It turns colder and that’s where it ends. The nights are drawing in, the temperature is dropping and so are the leaves. Some things in life are inevitable. We can only ignore them for so long. We cannot make them go away but we can put plans in place that make them easier to deal with and financial protection is a way in which we can cover (to an extent) the unexpected.
Why is financial protection important?
Not everyone needs financial protection, so a practical approach is to consider what your monthly essential costs are and how comfortably you would be able to meet them if your own income was reduced or stopped. It is also sensible to think about your general health and age, as unfortunately both our obligations and potential health issues can start to mount up as we get older. Key life events such as the purchase of your first home/property, getting married, starting a family also represent review points. These review points will continue as you go through life, for example, where your family structure changes (more/less dependants, retirement, divorce or even death). Again, some unpleasantries in there but if life is life, then so is death.
What is financial protection?
Financial protection is essentially a type of insurance. It involves a range of products which can cover you and your loved ones. It is important not to fall into the trap of assuming you will not need it at some point - take a look around.
What are the main types of financial protection?
Life insurance, Critical Illness Cover, Family Income Benefit and Income Protection are the main types of financial protection products available.

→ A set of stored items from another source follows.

@pytest.fixture(scope="module")
def monte_carlo_low():
    # every line of the S/N 10 set scaled to S/N 3 (the set's joint S/N is then about 6)
    rng = np.random.default_rng(20261203)
    snr = {label: 0.3 * s for label, s in _MC_TRUE_SNR.items()}
    return [measure_spectrum(_mc_spectrum(snr, rng)[0], z=_MC_Z) for _ in range(_MC_LOW_N)]


def test_monte_carlo_redshift_pull_low_snr(monte_carlo_low):
    # where a z is given, its error holds: pull std 0.9-1.15, no line-identity jumps (a pull
    # beyond 5), few beyond 3 sigma; a z whenever one line reaches 3 sigma (most trials)
    pulls = np.array([(m.z - _MC_Z) / m.z_err for m in monte_carlo_low if m.locks])
    assert pulls.size > 0.6 * _MC_LOW_N
    assert np.all(np.isfinite(pulls))
    assert abs(pulls.mean()) < 0.3 and 0.9 < pulls.std() < 1.15
    assert np.max(np.abs(pulls)) < 5 and np.mean(np.abs(pulls) > 3) < 0.02
    # the lines with zero true flux stay below the detection threshold here too
    trials = [{r["label"]: r for r in m.lines}[lab]["detected"]
              for m in monte_carlo_low for lab in _MC_ZERO]
    assert np.mean(trials) <= 0.01
    # the z comes from the joint shift of the set, whose S/N is about 6 here (sqrt(4 * 3^2 + ...))
    snr = np.array([m.search["joint_snr"] for m in monte_carlo_low if m.locks])
    assert all(m.search["joint"] for m in monte_carlo_low if m.locks)
    assert 4.5 < np.median(snr) < 7.5


def test_monte_carlo_upper_limits_cover(monte_carlo):
    # every undetected line's limit max(F, 0) + 3 sigma covers its true flux in >= 99 % of the
    # trials (one-sided 3 sigma: 99.87 % expected); [O I] 6300 has a true S/N of 2
    cover = [truth[r["label"]] <= r["limit"].value
             for m, truth in monte_carlo for r in m.lines if not r["detected"]]
    assert len(cover) > 2 * _MC_N
    assert np.mean(cover) >= 0.99


def test_radio_lines_found_from_zero():
    # invented radio recombination spectrum, lines at +52 km/s (radio convention), trial v = 0:
    # the search window finds them and the velocity comes out within its error
    from astropy.nddata import StdDevUncertainty
    from specutils import Spectrum

    from zline.physics.catalog import line_set
    from zline.physics.kinematics import observed_position

    nu = np.arange(4.82e9, 4.90e9, 50e3)  # Hz, 50 kHz channels (~3 km/s)
    lines = line_set("radio", unit=u.Hz)
    centres = observed_position(lines["rest"], velocity=52 * u.km / u.s,
                                convention="radio").to_value(u.Hz)
    rng = np.random.default_rng(52)
    y = np.full(nu.size, 0.2)
    for c, s in zip(centres, lines["strength"]):
        sig = c * 25.0 / 2.3548 / _C_KMS  # FWHM 25 km/s
        y += 0.05 * float(s) * np.exp(-0.5 * ((nu - c) / sig) ** 2)
    noise = 0.002
    y += rng.normal(0, noise, nu.size)
    spec = Spectrum(flux=y * u.K, spectral_axis=nu * u.Hz,
                    uncertainty=StdDevUncertainty(np.full(nu.size, noise)))
    m = measure_spectrum(spec, z=0.0, convention="radio")
    assert m.search["found"] and len(m.locks) >= 3
    dv = abs(m.velocity.to_value(u.km / u.s) - 52.0)
    assert dv < 3 * m.velocity_err.to_value(u.km / u.s)


# ------------------------------------------------------------------------------------------
# real survey spectra (../shared/realdata through the realdata fixture)


def _real(row):
    import warnings

    with warnings.catch_warnings():
        warnings.simplefilter("ignore")  # the reader's notes on the survey layout
        return read_spectrum(row["path"])


def test_offset_start_converges_to_the_same_z(realdata):
    # an emission-line galaxy, trials 300 km/s above and 150 km/s below the published z
    # (SDSS pipeline redshift, HDU 2 column Z) give the z found from the published value
    row = realdata[realdata["file"] == "spec-0266-51630-0215.fits"][0]
    spec = _real(row)
    z_pub = float(row["z_published"])
    ref = measure_spectrum(spec, z=z_pub)
    assert len(ref.locks) >= 5
    for dv in (300.0, -150.0):
        m = measure_spectrum(spec, z=(1 + z_pub) * (1 + dv / _C_KMS) - 1)
        assert abs(m.z - ref.z) < 0.2 * ref.z_err, dv
        assert {lock.label for lock in m.locks} == {lock.label for lock in ref.locks}
        assert abs(m.search["shift"].to_value(u.km / u.s) + dv) < 50


def test_absorption_galaxies_give_published_z(realdata):
    # the absorption-line galaxies: Ca II H, K, Mg I b, Na I D from the catalogue, absorption
    # detected with its sign; z within errors of the SDSS pipeline redshift (HDU 2, column Z)
    from astropy.table import QTable

    from zline.physics.catalog import line_set

    full = line_set("galaxy-absorption")
    names = ["Ca II K", "Ca II H", "Mg I b 5167", "Mg I b 5173", "Mg I b 5184", "Na I D2",
             "Na I D1"]
    table = QTable(full[np.isin(full["label"], names)])
    rows = realdata[realdata["kind"] == "galaxy_absorption"]
    assert len(rows) == 3
    for row in rows:
        m = measure_spectrum(_real(row), z=float(row["z_published"]), lines=table)
        assert len(m.locks) >= 2, row["file"]
        assert all(lock.fit.flux.value < 0 for lock in m.locks)
        assert all(r["fit"].ew.value > 0 for r in m.lines if r["detected"])  # absorption: W > 0
        dz = abs(m.z - float(row["z_published"]))
        assert dz < 3 * np.hypot(m.z_err, float(row["z_published_err"])), row["file"]


def test_absorption_galaxies_full_set_give_published_z(realdata):
    # the whole galaxy-absorption set (Balmer series, Ca II H and K, Ca I, Mg I b, Na I D, the
    # Ca II triplet) at the published z: absorption locks, z within errors of the SDSS pipeline
    # redshift (HDU 2, column Z)
    rows = realdata[realdata["kind"] == "galaxy_absorption"]
    assert len(rows) == 3
    offsets = []  # km/s
    for row in rows:
        m = measure_spectrum(_real(row), z=float(row["z_published"]), lines="galaxy-absorption")
        assert m.line_set == "galaxy-absorption" and m.medium == "vacuum"
        assert len(m.lines) >= 10, row["file"]
        assert len(m.locks) >= 2, row["file"]
        assert all(lock.fit.flux.value < 0 for lock in m.locks), row["file"]
        dz = abs(m.z - float(row["z_published"]))
        assert dz < 3 * np.hypot(m.z_err, float(row["z_published_err"])), row["file"]
        # the locks' weighted mean, before the joint shift, agrees too
        dz_locks = abs(m.search["locks_z"] - float(row["z_published"]))
        assert dz_locks < 3 * np.hypot(m.search["locks_z_err"],
                                       float(row["z_published_err"])), row["file"]
        zp = float(row["z_published"])
        for r in m.lines:
            if r["detected"]:
                obs = r["fit"].center.to_value(u.AA)
                offsets.append(_C_KMS * (obs / (r["rest"].to_value(u.AA) * (1 + zp)) - 1))
    # each detected line against the SDSS pipeline redshift: no common offset of the set's rest
    # wavelengths (air positions in these vacuum spectra would read about -85 km/s)
    assert len(offsets) >= 10
    assert abs(np.median(offsets)) < 30.0


def test_quasar_broad_lines_measured_with_offsets(realdata):
    # broad lines from published vacuum rest wavelengths (Lyα, C IV and Mg II doublet means,
    # C III], Hβ, Hα: the SDSS spectroscopic pipeline line list; [O III] 5007 narrow)
    from astropy.table import QTable

    table = QTable({
        "label": ["Lyα", "C IV 1549", "C III] 1909", "Mg II 2800", "Hβ", "[O III] 5007", "Hα"],
        "rest": [1215.67, 1549.48, 1908.73, 2799.94, 4862.68, 5008.24, 6564.61] * u.AA,
        "kind": ["broad", "broad", "broad", "broad", "broad", "emission", "broad"]})
    rows = realdata[realdata["kind"] == "qso"]
    chosen = [r for r in rows if r["file"] in ("spec-3655-55240-0630.fits",
                                               "spec-3655-55240-0994.fits",
                                               "spec-3655-55240-0686.fits",
                                               "spec-3655-55240-0472.fits",
                                               "spec-9367-57758-0446.fits")]
    assert len(chosen) == 5
    n_broad = n_measured = 0
    for row in chosen:
        m = measure_spectrum(_real(row), z=float(row["z_published"]), lines=table)
        d = m.to_dict()
        for line in d["lines"]:
            if line["class"] != "broad":
                continue
            n_broad += 1
            if line["detected"]:
                n_measured += 1
                assert line["offset_kms"] is not None and abs(line["offset_kms"]) < 5000
                assert 1000 < line["fwhm_kms"] < 20000
    assert n_measured >= 0.9 * n_broad and n_broad >= 15


# ------------------------------------------------------------------------------------------
# the pipeline's small parts: find, group, class, joint shift


def test_line_class_and_grouping():
    from zline.physics.linefind import group_lines, line_class

    assert line_class("absorption") == "absorption" and line_class("broad") == "broad"
    assert line_class("emission", "Hβ", "quasar") == "broad"
    assert line_class("emission", "[O III] 5007", "quasar") == "emission"
    assert group_lines([10.0, 11.0, 20.0, 20.5], [0.6, 0.6, 0.3, 0.3]) == [[0, 1], [2, 3]]
    assert group_lines([10.0, 11.0], [0.4, 0.4]) == [[0], [1]]


def test_find_shift_places_the_set_not_a_spike():
    from astropy.nddata import StdDevUncertainty
    from specutils import Spectrum

    from zline.physics.linefind import find_shift

    x = np.linspace(6400.0, 6800.0, 2001)  # 0.2 A pixels
    rest = np.array([6549.86, 6564.61, 6585.27])
    true = rest * (1 + 250 / _C_KMS)  # the set 250 km/s above the trial
    rng = np.random.default_rng(3)
    y = 1 + sum(f * np.exp(-0.5 * ((x - m) / 1.0) ** 2) for f, m in zip((2, 6, 5), true))
    y[np.argmin(np.abs(x - 6570.0))] += 8.0  # a one-pixel spike near Halpha's trial position
    y += rng.normal(0, 0.1, x.size)
    spec = Spectrum(flux=y * u.Jy, spectral_axis=x * u.AA,
                    uncertainty=StdDevUncertainty(np.full(x.size, 0.1)))
    found = find_shift(spec, rest * u.AA, ["emission"] * 3)
    assert found.found and abs(found.velocity.to_value(u.km / u.s) - 250) < 10
    narrow = find_shift(spec, rest * u.AA, ["emission"] * 3, window=50 * u.km / u.s)
    assert abs(narrow.velocity.to_value(u.km / u.s)) <= 50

Life insurance pays-out a lump-sum to your chosen beneficiaries when you pass away. There are different types of cover to choose from but the most common is one that protects a mortgage – this can be a ‘decreasing term’ for a repayment mortgage and a ‘level term’ for a mortgage that is on an interest only basis. When it comes to how long your policy lasts, there are two types of life insurance, whole of life and term assurance. A whole of life policy continues until you die, so a pay-out is guaranteed e.g. funeral cover or estate planning, while a term policy is for a specific period of time and pays-out if you die during that period e.g. covering the term of your mortgage. Life insurance should be considered by anyone who has an outstanding mortgage and/or financial dependants. A thought - as well as paying-off the mortgage, a lump-sum could provide an additional cash buffer to ensure your family’s financial security as servicing debt(s) will not represent your entire outgoings.

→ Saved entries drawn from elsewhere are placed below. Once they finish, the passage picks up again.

def line_table_for_paper(locks_or_fits, solution=None, spectrum=None, settings=None):
    """Table of measured lines with units and provenance, ready for `write_table`.

    Parameters
    ----------
    locks_or_fits : iterable of `~zline.physics.identify.Lock`, `~zline.physics.fitting.LineFit` or dict
        One row per item.  A dict holds ``label``, ``rest`` (Quantity), ``fit`` (LineFit) and
        optionally ``species``, ``medium``, ``observed``, ``observed_err``, ``detected`` (bool)
        and ``limit`` (3-sigma flux upper limit of an undetected line).
    solution : `~zline.physics.identify.RedshiftSolution`, optional
        Gives ``z``, ``z_err``, the convention and the per-line velocity residuals.
    spectrum : `specutils.Spectrum`, optional
        Source of provenance: ``meta["zline"]`` file, HDU, medium; the file's SHA-256.
    settings : dict, optional
        Extra facts: ``frame`` (e.g. "LSRK"), ``medium``, ``air_formula``, ``convention``,
        ``ebv`` (E(B-V), adds a dereddened flux column, see `zline.physics.nebular.deredden`),
        ``r_v``, ``caption``.

    Returns
    -------
    `~astropy.table.QTable`
        Columns ``label, species, rest, observed, observed_err, flux, flux_err, ew, ew_err,
        fwhm_kms, fwhm_kms_err, snr, residual_kms, upper_limit, flux_limit`` (+ ``flux_dered``,
        ``flux_dered_err`` with ``ebv``); missing values are NaN.  ``upper_limit`` is True for
        undetected lines (``flux_limit`` then holds the 3-sigma limit).  A Lock counts as
        detected; a LineFit by its S/N.
    """
    settings = dict(settings or {})
    known = {"frame", "medium", "air_formula", "convention", "ebv", "ebv_err", "r_v", "caption"}
    unknown = set(settings) - known
    if unknown:
        raise ValueError(f"line_table_for_paper: unknown settings {sorted(unknown)}; options: "
                         f"{sorted(known)}")
    rows = [_row_from(item, i) for i, item in enumerate(locks_or_fits)]
    if not rows:
        raise ValueError("line_table_for_paper: 'locks_or_fits' is empty; give at least one line")

    def first_unit(getter):
        for r in rows:
            q = getter(r)
            if q is not None:
                return u.Quantity(q).unit
        return None

    s_unit = first_unit(lambda r: r[5]) or u.AA
    r_unit = first_unit(lambda r: r[2]) or s_unit
    f_unit = first_unit(lambda r: r[4].flux if r[4] is not None else None)
    ew_unit = first_unit(lambda r: r[4].ew if r[4] is not None else None)

    resid = {}
    if solution is not None:
        for lab, res in zip(solution.labels, solution.residuals):
            resid[lab] = res.to_value(_KMS)

    cols = {k: [] for k in ("label", "species", "rest", "observed", "observed_err", "flux",
                            "flux_err", "ew", "ew_err", "fwhm_kms", "fwhm_kms_err", "snr",
                            "residual_kms", "upper_limit", "flux_limit")}
    for label, species, rest, _medium, fit, obs, obs_err, detected, limit in rows:
        cols["label"].append(str(label))
        cols["species"].append(str(species or ""))
        cols["rest"].append(_to(rest, r_unit, u.spectral()))
        ov = _to(obs, s_unit, u.spectral())
        cols["observed"].append(ov)
        cols["observed_err"].append(_err_to(obs_err, ov, s_unit))
        if fit is not None:
            cols["flux"].append(_to(fit.flux, f_unit))
            cols["flux_err"].append(_to(fit.flux_err, f_unit))
            cols["ew"].append(_to(fit.ew, ew_unit))
            cols["ew_err"].append(_to(fit.ew_err, ew_unit))
            cols["fwhm_kms"].append(_to(fit.fwhm_kms, _KMS))
            cols["fwhm_kms_err"].append(_to(fit.fwhm_kms_err, _KMS))
            cols["snr"].append(float(fit.snr))
            if not detected and limit is None:
                limit = 3.0 * fit.flux_err
            cols["upper_limit"].append(not detected)
            cols["flux_limit"].append(_to(limit, f_unit) if not detected else np.nan)
        else:
            for key in ("flux", "flux_err", "ew", "ew_err", "fwhm_kms", "fwhm_kms_err", "snr",
                        "flux_limit"):
                cols[key].append(np.nan)
            cols["upper_limit"].append(False)
        cols["residual_kms"].append(resid.get(label, np.nan))

    t = QTable()
    t["label"] = cols["label"]
    t["species"] = cols["species"]
    t["rest"] = np.array(cols["rest"]) * r_unit
    t["observed"] = np.array(cols["observed"]) * s_unit
    t["observed_err"] = np.array(cols["observed_err"]) * s_unit
    fu = f_unit if f_unit is not None else u.dimensionless_unscaled
    t["flux"] = np.array(cols["flux"]) * fu
    t["flux_err"] = np.array(cols["flux_err"]) * fu
    eu = ew_unit if ew_unit is not None else s_unit
    t["ew"] = np.array(cols["ew"]) * eu
    t["ew_err"] = np.array(cols["ew_err"]) * eu
    t["fwhm_kms"] = np.array(cols["fwhm_kms"]) * _KMS
    t["fwhm_kms_err"] = np.array(cols["fwhm_kms_err"]) * _KMS
    t["snr"] = np.array(cols["snr"], dtype=float)
    t["residual_kms"] = np.array(cols["residual_kms"]) * _KMS
    t["upper_limit"] = np.array(cols["upper_limit"], dtype=bool)
    t["flux_limit"] = np.array(cols["flux_limit"]) * fu
    descriptions = {
        "rest": "rest position", "observed": "fitted observed centre",
        "observed_err": "1-sigma error of observed", "flux": "integrated line flux",
        "ew": "equivalent width (positive for emission)", "fwhm_kms": "FWHM as a velocity",
        "snr": "flux / flux_err", "residual_kms": "velocity residual from the solution",
        "upper_limit": "True: not detected (snr < 3)", "flux_limit": "3-sigma flux upper limit",
    }
    for name, text in descriptions.items():
        t[name].info.description = text

    # provenance
    meta = {}
    zmeta = dict(getattr(spectrum, "meta", {}).get("zline", {})) if spectrum is not None else {}
    media = {r[3] for r in rows if r[3]}
    medium = settings.get("medium") or zmeta.get("medium") or (media.pop() if len(media) == 1
                                                               else None)
    if solution is not None:
        meta["z"] = float(solution.z)
        meta["z_err"] = float(solution.z_err)
        meta["velocity"] = float(solution.velocity.to_value(_KMS))
        meta["velocity_err"] = float(solution.velocity_err.to_value(_KMS))
        meta["velocity_unit"] = "km / s"
        meta["chi2_dof"] = None if not np.isfinite(solution.chi2_dof) else float(solution.chi2_dof)
        meta["convention"] = solution.convention
    else:
        meta["z"] = None
        meta["z_err"] = None
        meta["convention"] = settings.get("convention")
    header = zmeta.get("header") or {}
    meta["frame"] = settings.get("frame") or header.get("SPECSYS") or "unknown"
    meta["medium"] = medium or "unknown"
    meta["air_formula"] = settings.get("air_formula", "morton2000") if medium == "air" else None
    meta["constants"] = CODATA_RELEASE
    path = zmeta.get("file")
    meta["source_file"] = str(path) if path else None
    meta["source_hdu"] = zmeta.get("hdu")
    meta["source_sha256"] = (file_sha256(path) if path and os.path.isfile(str(path)) else None)
    meta["zline_version"] = _zline_version()
    meta["date"] = datetime.datetime.now(datetime.timezone.utc).isoformat(timespec="seconds")
    if settings.get("caption"):
        meta["caption"] = str(settings["caption"])

    ebv = settings.get("ebv")
    if ebv is not None:
        from zline.physics.nebular import k_lambda

        r_v = float(settings.get("r_v", 3.1))
        curve = "ccm89"
        ebv_err = settings.get("ebv_err", 0.0)
        ebv = float(ebv.to_value(u.mag) if isinstance(ebv, u.Quantity) else ebv)
        ebv_err = float(ebv_err.to_value(u.mag) if isinstance(ebv_err, u.Quantity) else ebv_err)
        kk = k_lambda(u.Quantity(t["rest"]), r_v, curve)
        corr = 10.0 ** (0.4 * kk * float(ebv))
        corr_err = corr * 0.4 * math.log(10.0) * kk * ebv_err
        t["flux_dered"] = t["flux"] * corr
        rel = np.hypot(np.asarray(t["flux_err"].value) / np.asarray(t["flux"].value),
                       corr_err / corr)
        t["flux_dered_err"] = np.abs(t["flux_dered"]) * rel
        t["flux_dered"].info.description = "flux corrected for extinction (CCM89)"
        meta["ebv"] = float(ebv)
        meta["ebv_err"] = ebv_err
        meta["r_v"] = r_v
        meta["extinction_curve"] = curve
    t.meta.update(meta)
    return t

Critical illness cover provides you with a lump-sum if you are diagnosed with one of the critical illnesses covered by the policy. The lump-sum could be used to help pay-off the mortgage or other debts, or adapt living arrangements to your new circumstances (or both). Critical illness policies vary enormously from one provider to the other, both in terms of the types and severity of illnesses covered. If you don’t think your savings would cover you if you became seriously ill, critical illness cover could be well worth considering.
Family Income Benefit is another term assurance policy that also pays-out on death. However, instead of providing a lump-sum, it pays out a regular income to your chosen beneficiary from when you die until the end of the policy. For example, if you took out a 20-year policy and died after 15 years, it would pay-out for five years. As its name suggests, family income benefit is aimed at families who want to provide their surviving partner with an income for a set period of time. It could help pay for school fees and other activities, as well as essential bills. This can prove vital whilst you have children/dependants.

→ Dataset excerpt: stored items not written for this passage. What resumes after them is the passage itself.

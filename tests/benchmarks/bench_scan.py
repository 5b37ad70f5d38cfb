"""Benchmark of the blind redshift search: speed of every kind at once, and its right-rates.

Speed (one process, best of REPEATS):

* ``scan_redshift(spec)`` -- every kind (emission/absorption galaxy, quasar, star), 0 <= z <= 7;
* baseline 1: ``scan_redshift(spec, lines="galaxy-emission")`` -- one line set, the same range
  (the single-set search);
* baseline 2: `specutils.analysis.template_correlate` (``method="fft"``) of the same spectrum
  with a rest-frame template made of the same emission lines, as a user would call it.

Spectra: one generated SDSS-like spectrum (~4,600 pixels) and one of 50,000 pixels
(3600-10400 A, 0.136 A per pixel), both from tests/synthetic_spectra.py (not zline).

Rates (``main(rates=True)``, the default): synthetic spectra of every kind at S/N 3, 10 and 30
(N_RATE of each), the share ranked first within 0.003 (1 + z) (stars: within 30 km/s;
sky fibres and noise: saying ``no_redshift``), the mean velocity offset of the right readings,
and the calibration of the confidence (share right among readings with confidence >= 0.9).
Real spectra of ../shared/realdata are added when present (SDSS and LAMOST pipeline redshifts).
"""

import os
import sys
import time
import warnings

import astropy.units as u
import numpy as np
from astropy.nddata import StdDevUncertainty
from specutils import Spectrum

sys.path.insert(0, os.path.join(os.path.dirname(__file__), ".."))
sys.path.insert(0, os.path.dirname(__file__))
import synthetic_spectra as ss  # noqa: E402
from _timing import best_of  # noqa: E402

from zline.physics.scan import CONFIDENCE_COEFFS, scan_redshift  # noqa: E402

__all__ = ["main"]

REPEATS = 5
N_RATE = 30
REALDATA = os.path.join(os.path.dirname(__file__), "..", "..", "..", "shared", "realdata")


def _spectrum(lam, flux, err):
    return Spectrum(flux=flux * u.Jy, spectral_axis=lam * u.AA,
                    uncertainty=StdDevUncertainty(err))


def _big(n=50_000, z=1.234, seed=3):
    """A 50k-pixel emission-line spectrum (linear wavelength grid)."""
    lam0, flux0, err0, _ = ss.make("emission-galaxy", z=z, snr=10, seed=seed)
    lam = np.linspace(3600.0, 10400.0, n)
    flux = np.interp(lam, lam0, flux0)
    err = np.interp(lam, lam0, err0)
    return _spectrum(lam, flux, err)


def _best(fn, repeats=REPEATS):
    return best_of(fn, repeats, clock=time.process_time)


def _template():
    rest = np.arange(900.0, 10000.0, 0.5)
    flux = np.ones(rest.size)
    for r, s in ss.EMISSION:
        flux += s * np.exp(-0.5 * ((rest - r) / 1.5) ** 2)
    return Spectrum(flux=flux * u.Jy, spectral_axis=rest * u.AA)


def speed():
    from specutils.analysis import template_correlate

    lam, f, e, _ = ss.make("emission-galaxy", z=0.4321, snr=10, seed=11)
    cases = [("SDSS-like, %d px" % lam.size, _spectrum(lam, f, e)), ("50,000 px", _big())]
    tmpl = _template()
    print("CPU time per call (time.process_time, best of repeats; the machine is shared)")
    print(f"{'spectrum':<18} {'all kinds [ms]':>15} {'one set [ms]':>13} {'ratio':>6} "
          f"{'template_correlate [ms]':>24} {'ratio':>6}")
    for name, spec in cases:
        t_all, res = _best(lambda: scan_redshift(spec))
        t_one, _ = _best(lambda: scan_redshift(spec, lines="galaxy-emission"))
        with warnings.catch_warnings():
            warnings.simplefilter("ignore")
            t_tc, _ = _best(lambda: template_correlate(spec, tmpl, method="fft",
                                                       lag_units=u.dimensionless_unscaled), 2)
        print(f"{name:<18} {t_all * 1e3:>15.1f} {t_one * 1e3:>13.1f} {t_all / t_one:>6.2f} "
              f"{t_tc * 1e3:>24.1f} {t_all / t_tc:>6.2f}   best z {res.candidates[0].z:.4f}")


def _truth_z(kind, rng):
    return {"emission-galaxy": rng.uniform(0.0, 1.2), "absorption-galaxy": rng.uniform(0.0, 0.8),
            "quasar": rng.uniform(0.1, 4.5)}.get(kind, 0.0)


def rates(n=N_RATE):
    rows = []
    for kind in ss.KINDS:
        for snr in (3, 10, 30):
            for i in range(n):
                rng = np.random.default_rng(9000 + 37 * i + int(snr))
                z, v = _truth_z(kind, rng), rng.uniform(-300, 300)
                lam, f, e, truth = ss.make(kind, z=z, snr=snr, seed=9000 + 37 * i + int(snr),
                                           velocity_kms=v)
                res = scan_redshift(_spectrum(lam, f, e))
                rows.append(_judge(kind, snr, truth["z"], res))
    _real(rows)
    print(f"{'kind':<20} {'S/N':>4} {'n':>4} {'right':>6} {'mean dv':>8} {'sd dv':>7} "
          f"{'no-z said':>9}")
    keys = sorted({(r[0], r[1]) for r in rows}, key=lambda k: (k[0], k[1]))
    for kind, snr in keys:
        sel = [r for r in rows if r[0] == kind and r[1] == snr]
        dv = np.array([r[3] for r in sel if r[2] and r[3] is not None])
        print(f"{kind:<20} {snr!s:>4} {len(sel):>4} {np.mean([r[2] for r in sel]):>6.0%} "
              f"{dv.mean() if dv.size else np.nan:>8.1f} {dv.std() if dv.size else np.nan:>7.1f} "
              f"{np.mean([r[5] for r in sel]):>9.0%}")
    conf = np.array([r[4] for r in rows])
    # the first candidate of a sky fibre or of noise is wrong by definition
    right = np.array([r[2] and r[0] not in ("sky", "noise") for r in rows], bool)
    for lo, hi in ((0.0, 0.1), (0.1, 0.5), (0.5, 0.9), (0.9, 1.01)):
        sel = (conf >= lo) & (conf < hi)
        print(f"confidence {lo:.1f}-{min(hi, 1):.1f}: {sel.sum():>4} readings, "
              f"{right[sel].mean() if sel.any() else np.nan:.0%} right")
    s1 = np.array([max(r[6], 1e-3) for r in rows])
    s2 = np.array([min(max(r[7], 0.1), max(r[6], 1e-3)) for r in rows])
    coef = _logistic(np.c_[np.ones(s1.size), np.log(s1), np.log(s1 / s2)], right)
    print("refitted confidence coefficients (a, b, c) on these readings: "
          + ", ".join(f"{c:.3f}" for c in coef) + " (zline uses "
          + ", ".join(f"{c:.3f}" for c in CONFIDENCE_COEFFS) + ")")


def _logistic(x, y, iterations=60):
    """Maximum-likelihood logistic regression by iteratively reweighted least squares."""
    b = np.zeros(x.shape[1])
    for _ in range(iterations):
        p = 1.0 / (1.0 + np.exp(-(x @ b)))
        w = p * (1 - p) + 1e-9
        b += np.linalg.solve(x.T @ (x * w[:, None]) + 1e-6 * np.eye(b.size), x.T @ (y - p))
    return b


def _judge(kind, snr, z_true, res):
    c = res.candidates[0]
    s2 = res.candidates[1].score if len(res.candidates) > 1 else 0.0
    if kind in ("sky", "noise"):
        return (kind, snr, bool(res.no_redshift), None, res.confidence, res.no_redshift,
                c.score, s2)
    if kind in ("star", "star_real"):
        dv = (c.z - z_true) * ss.C_KMS
        ok = abs(dv) < 30.0
    else:
        dv = (c.z - z_true) / (1 + z_true) * ss.C_KMS
        ok = abs(c.z - z_true) < 0.003 * (1 + z_true)
    return (kind, snr, bool(ok), dv, res.confidence, res.no_redshift, c.score, s2)


def _real(rows):
    path = os.path.join(REALDATA, "manifest.ecsv")
    if not os.path.exists(path):
        print("(../shared/realdata absent: real spectra skipped)")
        return
    from astropy.table import Table

    from zline.physics.spectra import read_spectrum

    for row in Table.read(path, format="ascii.ecsv"):
        try:
            with warnings.catch_warnings():
                warnings.simplefilter("ignore")
                spec = read_spectrum(os.path.join(REALDATA, row["file"]))
                res = scan_redshift(spec)
        except ValueError as exc:
            print(f"  {row['file']}: not read ({str(exc)[:60]}...)")
            continue
        kind = "star_real" if row["kind"] == "star" else row["kind"] + "_real"
        # the survey pipeline's published redshift (SDSS or LAMOST pipeline redshift)
        rows.append(_judge(kind, "real", float(row["z_published"]), res))


def main(rate=True):
    speed()
    if rate:
        rates()


if __name__ == "__main__":
    main()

Income Protection pays-out a regular income to the policyholder if you are unable to work because of an accident, bad back or illness including a mental illness like depression. You can select how soon after a diagnosis you want the payout to start: this is known as the deferred period. In general, the longer the deferred period, the lower your premiums will be. You can also choose between short-term cover, which might pay income over one to two years, or long-term cover, which typically runs until retirement or when the policy ends (whichever is sooner). If you are self-employed or your employer only provides statutory sick pay, income protection could prove especially valuable. With Income Protection, you can claim more than once on your policy.
How can I get financially protected?
If you work for a company, it is worthwhile investigating the benefits package on offer to see if protection forms part of it. Companies often buy policies as group schemes which their employees can benefit from. Beyond that, you can look at popular comparison sites to understand the products on offer and their relevant pricing and do your own research on the companies within. If you are unsure about what you might need and what best meets yours and your family’s requirements, this is an area certainly well worth discussing with a financial adviser. An adviser can identify points of vulnerability and put together a tailored package covering you and your family. So whilst the unexpected is always out there, you can at least have the peace of mind in knowing that you have done what you can to protect your finances.
Although every effort has been made to ensure that the information provided in this article is accurate and correct, the information provided does not constitute any form of financial advice. We recommend that you take financial advice before making any financial decisions.